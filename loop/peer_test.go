package loop

import (
	"context"
	"fmt"
	"os"
	"os/exec"
	"strconv"
	"strings"
	"testing"
	"time"
)

// TestPeerSideBySide measures the engine against the numba peer
// (shared/bench/peer_numba.py) on this machine, alternating runs of both,
// and checks the canonical figures against the peer's. It runs only when
// FADELOOP_PEER names the peer script, e.g.
//
//	apt-get install -y python3-numba
//	FADELOOP_PEER=/work/shared/bench/peer_numba.py go test -run PeerSideBySide -v ./loop/
//
// FADELOOP_PEER_PYTHON overrides the interpreter (default /usr/bin/python3)
// and FADELOOP_PEER_ROUNDS the number of alternating rounds (default 3).
func TestPeerSideBySide(t *testing.T) {
	script := os.Getenv("FADELOOP_PEER")
	if script == "" {
		t.Skip("set FADELOOP_PEER to the path of peer_numba.py to run the side-by-side comparison")
	}
	py := os.Getenv("FADELOOP_PEER_PYTHON")
	if py == "" {
		py = "/usr/bin/python3"
	}
	rounds := 3
	if s := os.Getenv("FADELOOP_PEER_ROUNDS"); s != "" {
		if n, err := strconv.Atoi(s); err == nil && n > 0 {
			rounds = n
		}
	}
	sc := CanonicalScenario()
	var peer map[string]float64
	var bestPeer, bestOurs float64
	var rep *Report
	for r := 0; r < rounds; r++ {
		out, err := exec.Command(py, script).CombinedOutput()
		if err != nil {
			t.Fatalf("peer: %v\n%s", err, out)
		}
		if peer, err = parsePeer(string(out)); err != nil {
			t.Fatal(err)
		}
		bestPeer = max(bestPeer, peer["user-slots/s"])
		t0 := time.Now()
		rep, err = Run(context.Background(), sc, RunOptions{})
		if err != nil {
			t.Fatal(err)
		}
		ours := float64(rep.SimulatedUserSlots) / time.Since(t0).Seconds()
		bestOurs = max(bestOurs, ours)
		t.Logf("round %d: peer %.4g user-slots/s, fadeloop %.4g user-slots/s, ratio %.2f", r, peer["user-slots/s"], ours, ours/peer["user-slots/s"])
	}
	t.Logf("best of %d: peer %.4g, fadeloop %.4g user-slots/s: ratio %.2f (target >= 10)", rounds, bestPeer, bestOurs, bestOurs/bestPeer)
	// For information: the same scenario with fading's default generator
	// (fewer sinusoids; its figures differ slightly from the peer's model).
	def := CanonicalScenario()
	def.Groups[0].Generator = GeneratorDefault
	t0 := time.Now()
	if _, err := Run(context.Background(), def, RunOptions{}); err != nil {
		t.Fatal(err)
	}
	ud := float64(def.Users()) * float64(def.Run.Slots) / time.Since(t0).Seconds()
	t.Logf("default generator: fadeloop %.4g user-slots/s, ratio %.2f to the best peer run", ud, ud/bestPeer)
	a := rep.Aggregate
	// Peer figures vs ours with our 95 % intervals (batch means).
	for _, c := range []struct {
		name string
		peer float64
		e    Estimate
	}{
		{"sir_err_mean_db", peer["sir_err_mean_db"], a.SIRErrorMeanDB},
		{"sir_err_std_db", peer["sir_err_std_db"], a.SIRErrorStdDB},
		{"outage", peer["outage"], a.OutageProbability},
		{"mean_tx_dbm", peer["mean_tx_dbm"], a.TxPowerMeanDBm},
	} {
		// The peer prints 3–4 significant digits: widen by its rounding.
		round := map[string]float64{"sir_err_mean_db": 5e-4, "sir_err_std_db": 5e-4, "outage": 5e-5, "mean_tx_dbm": 5e-3}[c.name]
		ok := c.peer >= c.e.CILow-round && c.peer <= c.e.CIHigh+round
		t.Logf("%-16s peer %-8.4g fadeloop %.4f [%.4f, %.4f] %s", c.name, c.peer, c.e.Value, c.e.CILow, c.e.CIHigh, map[bool]string{true: "agree", false: "DIFFER"}[ok])
		if !ok {
			t.Errorf("%s: peer %g outside fadeloop's interval [%g, %g]", c.name, c.peer, c.e.CILow, c.e.CIHigh)
		}
	}
}

// parsePeer reads the key=value line the peer prints.
func parsePeer(out string) (map[string]float64, error) {
	m := map[string]float64{}
	for _, f := range strings.Fields(out) {
		k, v, ok := strings.Cut(f, "=")
		if !ok {
			continue
		}
		if x, err := strconv.ParseFloat(v, 64); err == nil {
			m[k] = x
		}
	}
	if _, ok := m["user-slots/s"]; !ok {
		return nil, fmt.Errorf("peer output without user-slots/s: %q", out)
	}
	return m, nil
}
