package main

import (
	"context"
	"errors"
	"flag"
	"fmt"
	"math"
	"path/filepath"
	"regexp"
	"sort"
	"strconv"
	"strings"

	"github.com/fadeloop/fadeloop/client"
	"github.com/fadeloop/fadeloop/client/render"
	pb "github.com/fadeloop/fadeloop/proto/fadeloop/v1"
)

func init() {
	register(&command{
		order:   20,
		name:    "sweep",
		summary: "run a grid of scenarios around a base and print one row per point",
		usage:   "[SCENARIO.yaml|.json]",
		details: `Runs the base scenario (the file, or the built-in default) at every point of
a grid. Axes come from --axis flags and/or a --grid file; the grid is their
Cartesian product, indexed row-major (the last axis varies fastest). Points
are computed in parallel (on the job queue's workers, or on the server with
--server) and arrive as they finish; the output is sorted by grid index. With --seed-mode common (the default) every point
uses the base seed, so differences between points are paired and sharp.

An axis is PATH=V1,V2,... or PATH=FROM:TO:COUNT (COUNT values evenly spaced,
both ends included; PATH=FROM:TO:COUNT:log spaces them geometrically); the
server expands ranges and checks them against its limits ("fadeloop info").
PATH is a numeric scenario field with proto names, e.g.
inner_loop.step_db, inner_loop.update_rate_hz, inner_loop.feedback_delay_slots,
outer_loop.up_step_db, outer_loop.bler_target, groups[0].speeds[0].speed_kmh,
groups[1].count.

A --grid file is the protojson form (JSON or YAML) of fadeloop.v1.SweepRequest:
axes (path, values or first, last, count, log), point_indices, seed_mode, detailed, and optionally base
(used when no scenario file is given).

Output formats:
  table  one row per point: index, axis values, main figures with their 95 % interval [low, high]
  csv    columns index, seed, one column per axis (named by its path), feasible
         (true|false), users, user_slots, then for every figure F its value F,
         F_ci_low and F_ci_high, its 95 % interval (same figures and units as
         "run --format csv").
         Multi-cell (layout.sites set): feasible, the percentiles and
         convergence_time_s are empty (not computed), and other_to_own and
         soft_handover_share follow with their intervals, as in "run".
  json   {"axes": [...], "points": [SweepPoint...], "summary": SweepSummary},
         protojson with proto field names, points sorted by index
  jsonl  (job queue, with --out FILE) one stored result a line as JSON: job,
         index, point, seed, status (done|failed), error, report

Plots (--plot [KIND=]FILE.png|.svg, repeatable; kind defaults to auto):
  steps    outage and SIR error std against inner_loop.step_db, one line per
           value of the other axis (e.g. a speed)
  heatmap  the --objective over inner_loop.step_db × inner_loop.update_rate_hz
  cdf      SIR error distribution per point (at most 8 points)
  layout   multi-cell: f and outage against the first axis, one line per
           value of the second
  auto     heatmap for step × rate, steps for step (× one axis), else cdf
           (multi-cell: layout, for one or two axes)

Where the points run: with no --server the sweep is a durable job on a job
queue (NATS JetStream). By default (--queue local) a NATS server starts
inside this process with its store in <user cache dir>/fadeloop/queue/JOB
(~/.cache/fadeloop/queue/JOB on Linux; --store DIR or FADELOOP_STORE for
another root) and one worker per core (--workers N) computes the points. Each
point is stored as it finishes; --format csv or jsonl with --out FILE writes
every row to FILE at once (the finished file is rewritten in grid order). The
first line names the job and its store and says how many points are already
stored and how many are left to run (with --quiet only when some are
stored). An interrupted run (Ctrl-C, --timeout) says how many points are
stored and where; running the same command again resumes the job (its ID is
a hash of the request) and computes only the missing points. The output is
the same as the direct path's. --queue nats://HOST:PORT[,...] uses an
external NATS and the workers attached to it ("fadeloopd worker").
  --status JOB   state and counts of a job (with the same --queue/--store)
  --cancel JOB   drop a job's queued points; stored points stay
  --direct       run the points in this process without the queue (nothing
                 stored, no resume); --server ADDR runs them on that server.
A job store holds only finished results: delete its directory to start the
job afresh (or the whole root to free the space). Where there is no user
cache directory (and no --store), the sweep runs in this process without the
queue and says so.

--report FILE.html writes an HTML report of the sweep (either path).

` + cautionHelp + `

Examples:
  fadeloop sweep --axis inner_loop.step_db=0.25,0.5,1,2 --slots 15000
  fadeloop sweep cell.yaml --axis inner_loop.step_db=0.5:3:6 \
      --axis 'groups[0].speeds[0].speed_kmh=3,30,120' --plot steps=steps.png
  fadeloop sweep cell.yaml --axis inner_loop.step_db=0.5,1,2 \
      --axis inner_loop.update_rate_hz=500,1000,1500 --plot heat.svg --objective outage
  fadeloop sweep cell.yaml --grid grid.yaml --format csv --out points.csv
  fadeloop sweep cell.yaml --grid grid.yaml --points 4,5,6   # resume or split a sweep
  fadeloop sweep cell.yaml --axis inner_loop.step_db=0.25:2:8 --format csv --out steps.csv   # Ctrl-C, then the same again resumes
  fadeloop sweep cell.yaml --axis inner_loop.step_db=0.25:2:8 --queue nats://10.0.0.5:4222 --format csv --out steps.csv
  fadeloop sweep --status JOB --queue local`,
		run: runSweep,
	})
}

func runSweep(e *env, fs *flag.FlagSet) action {
	var ov scenarioOverrides
	ov.register(fs)
	var axes axisList
	fs.Var(&axes, "axis", "grid axis `PATH=V1,V2,...`, PATH=FROM:TO:COUNT or PATH=FROM:TO:COUNT:log; repeatable")
	grid := fs.String("grid", "", "sweep `FILE` (protojson SweepRequest in JSON or YAML) with axes and options")
	points := fs.String("points", "", "compute only these grid `INDICES` (comma-separated) to resume or split a sweep")
	seedMode := fs.String("seed-mode", "", "`MODE` common (every point uses the base seed: paired) or per-point (default common)")
	detailed := fs.Bool("detailed", false, "keep per-user and per-bin figures in each point (json output)")
	objective := fs.String("objective", "std", "heat map `OBJECTIVE`: std (SIR error std), outage, power (mean Tx power) or bler (|BLER − target|)")
	var plotSpecs plotList
	fs.Var(&plotSpecs, "plot", "write a plot: `[KIND=]FILE` (.png or .svg; kinds auto, steps, heatmap, cdf; multi-cell: layout (f and outage against the first axis)); repeatable")
	reportFile := fs.String("report", "", "write an HTML report of the sweep to `FILE.html`")
	var qf sweepQueueFlags
	qf.register(fs)
	return func(ctx context.Context, args []string) error {
		if err := qf.check(e.g); err != nil {
			return err
		}
		if qf.status != "" || qf.cancel != "" {
			if len(args) > 0 || len(axes) > 0 || *grid != "" {
				return badInputf("--status and --cancel take only the job ID (and --queue/--store)")
			}
			return queueControl(ctx, e, &qf)
		}
		queued := qf.queued(e.g)
		if queued {
			if err := e.g.checkFormat("table", "csv", "json", "jsonl"); err != nil {
				return err
			}
		} else if err := e.g.checkFormat("table", "csv", "json"); err != nil {
			return err
		}
		if err := plotSpecs.check("auto", "auto", "steps", "heatmap", "cdf", "layout"); err != nil {
			return err
		}
		if _, ok := sweepObjectives[*objective]; !ok {
			return badInputf("--objective %q: must be one of std, outage, power, bler", *objective)
		}
		req := &pb.SweepRequest{}
		sf, gridFile, err := loadRequest(*grid, req, &req.Base, args, &ov)
		if err != nil {
			return err
		}
		req.Axes = append(req.Axes, axes...)
		if len(req.Axes) == 0 {
			return badInputf("no axes: give --axis PATH=VALUES or a --grid file")
		}
		if *points != "" {
			req.PointIndices = nil
			for _, f := range strings.Split(*points, ",") {
				v, err := strconv.ParseInt(strings.TrimSpace(f), 10, 64)
				if err != nil || v < 0 {
					return badInputf("--points: %q is not a grid index", f)
				}
				req.PointIndices = append(req.PointIndices, v)
			}
		}
		switch *seedMode {
		case "common":
			req.SeedMode = pb.SeedMode_SEED_MODE_COMMON
		case "per-point":
			req.SeedMode = pb.SeedMode_SEED_MODE_PER_POINT
		case "":
			if req.SeedMode == pb.SeedMode_SEED_MODE_UNSPECIFIED {
				req.SeedMode = pb.SeedMode_SEED_MODE_COMMON
			}
		default:
			return badInputf("--seed-mode %q: must be common or per-point", *seedMode)
		}
		if *detailed {
			req.Detailed = true
		}
		for _, ps := range plotSpecs {
			if err := checkSweepPlot(ps, req.Axes, req.GetBase().GetLayout() != nil); err != nil {
				return err
			}
		}
		if *reportFile != "" && !strings.EqualFold(filepath.Ext(*reportFile), ".html") {
			return badInputf("--report %q: must end in .html", *reportFile)
		}
		so := sweepOutputs{reportFile: *reportFile, plots: plotSpecs, objective: *objective}
		if queued {
			err := runQueuedSweep(ctx, e, &qf, req, so, sf, gridFile)
			var nq noQueue
			if !errors.As(err, &nq) {
				return err
			}
			noQueueNotice(e, nq.err)
		}
		total := int64(len(req.PointIndices))
		if total == 0 {
			total = 1
			for _, a := range req.Axes {
				total *= int64(max(len(a.GetValues()), int(a.GetCount())))
			}
		}

		out, cl, release, err := e.session()
		if err != nil {
			return err
		}
		defer release()
		prog := e.newProgress("user-slots/s")
		call := cl.Sweep(ctx, req)
		var pts []*pb.SweepPoint
		var userSlots float64
		for p, err := range call.Points() {
			if err != nil {
				prog.done()
				if inv, ok := client.AsInvalidInput(err); ok {
					return sweepLocate(sf, gridFile, inv)
				}
				return err
			}
			pts = append(pts, p)
			userSlots += float64(p.GetReport().GetSimulatedUserSlots())
			el := prog.now().Sub(prog.start).Seconds()
			prog.update(float64(len(pts))/float64(total), userSlots/math.Max(el, 1e-9))
		}
		prog.done()
		sort.Slice(pts, func(i, j int) bool { return pts[i].GetIndex() < pts[j].GetIndex() })
		return so.write(e, out, req, pts, call.Summary())
	}
}

// sweepOutputs are the products of a sweep beside its --format output:
// the HTML report and the plots. The direct and the queued path write
// them alike.
type sweepOutputs struct {
	reportFile string
	plots      plotList
	objective  string
}

// write writes the sweep's points (sorted by index) in --format to out and
// commits it, then the report and the plots.
func (so sweepOutputs) write(e *env, out *output, req *pb.SweepRequest, pts []*pb.SweepPoint, sum *pb.SweepSummary) error {
	switch e.g.format {
	case "json":
		if err := render.SweepJSON(out.Writer(), req.Axes, pts, sum); err != nil {
			return err
		}
	case "csv":
		if err := render.SweepCSV(out.Writer(), req.Axes, pts, render.SweepIsLayout(req)); err != nil {
			return err
		}
	default:
		render.SweepTable(out.Writer(), req, pts, sum)
	}
	if err := out.commit(); err != nil {
		return err
	}
	if so.reportFile != "" {
		if err := writeSweepReport(so.reportFile, req, pts, sum); err != nil {
			return err
		}
		if !e.g.quiet {
			fmt.Fprintf(e.stderr, "wrote report to %s\n", so.reportFile)
		}
	}
	title := req.GetBase().GetName()
	for _, ps := range so.plots {
		if err := plotSweep(ps, title, req.Axes, pts, so.objective); err != nil {
			return fmt.Errorf("plot %s: %w", ps.file, err)
		}
		if !e.g.quiet {
			fmt.Fprintf(e.stderr, "wrote %s plot to %s\n", ps.kind, ps.file)
		}
	}
	return nil
}

// sweepLocate maps a Sweep's field violations to the scenario file (base.*)
// or the grid file.
func sweepLocate(sf *client.ScenarioFile, grid *client.SourceFile, inv *client.InvalidInputError) error {
	if sf == nil && grid == nil {
		return inv
	}
	var base, rest []client.FieldViolation
	for _, v := range inv.Violations {
		if strings.HasPrefix(v.Field, "base.") && sf != nil {
			base = append(base, v)
		} else {
			rest = append(rest, v)
		}
	}
	all := &client.ScenarioFileError{}
	if sf != nil {
		e := sf.Locate("base", base)
		all.File = e.File
		all.Violations = append(all.Violations, e.Violations...)
	}
	if grid != nil {
		e := grid.Locate("", rest)
		if all.File == "" {
			all.File = e.File
		}
		all.Violations = append(all.Violations, e.Violations...)
	} else {
		// Without a grid file the axes came from --axis flags: name the
		// flag (counted from 1, in the order given), not the scenario file.
		for _, v := range rest {
			fv, ok := axisFlagViolation(v)
			if !ok {
				fv = client.FileViolation{Path: v.Field, Rule: v.Rule}
			}
			all.Violations = append(all.Violations, fv)
		}
	}
	return all
}

// axisFlagViolation names the --axis flag (counted from 1, in the order
// given) of a violation of the request's axes when they came from flags:
// "axes[i]…" is "--axis i+1"; an axis value that makes the scenario
// invalid ("axes[i].values[k]", whose rule names the path, the value and
// the broken field) is shown without the request path; a combination of
// values ("axes", the rule names the grid point) is "--axis". ok is false
// for other fields.
func axisFlagViolation(v client.FieldViolation) (fv client.FileViolation, ok bool) {
	if v.Field == "axes" {
		return client.FileViolation{Source: "--axis", Rule: v.Rule}, true
	}
	m := axisIndex.FindStringSubmatch(v.Field)
	if m == nil {
		return client.FileViolation{}, false
	}
	n, _ := strconv.Atoi(m[1])
	fv = client.FileViolation{Source: fmt.Sprintf("--axis %d", n+1), Path: v.Field, Rule: v.Rule}
	if m[2] != "" {
		fv.Path = ""
	}
	return fv, true
}

// axisIndex matches a grid violation's axis, axes[i]…, and whether it is
// one of the axis' values (axes[i].values[k] or axes[i].names[k]).
var axisIndex = regexp.MustCompile(`^axes\[(\d+)\](\.(?:values|names)\[\d+\]$)?`)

Your task>
From the entries above, copy every line where the word "sweepLocate" shows up.

Response>
					return sweepLocate(sf, gridFile, inv)
// sweepLocate maps a Sweep's field violations to the scenario file (base.*)
func sweepLocate(sf *client.ScenarioFile, grid *client.SourceFile, inv *client.InvalidInputError) error {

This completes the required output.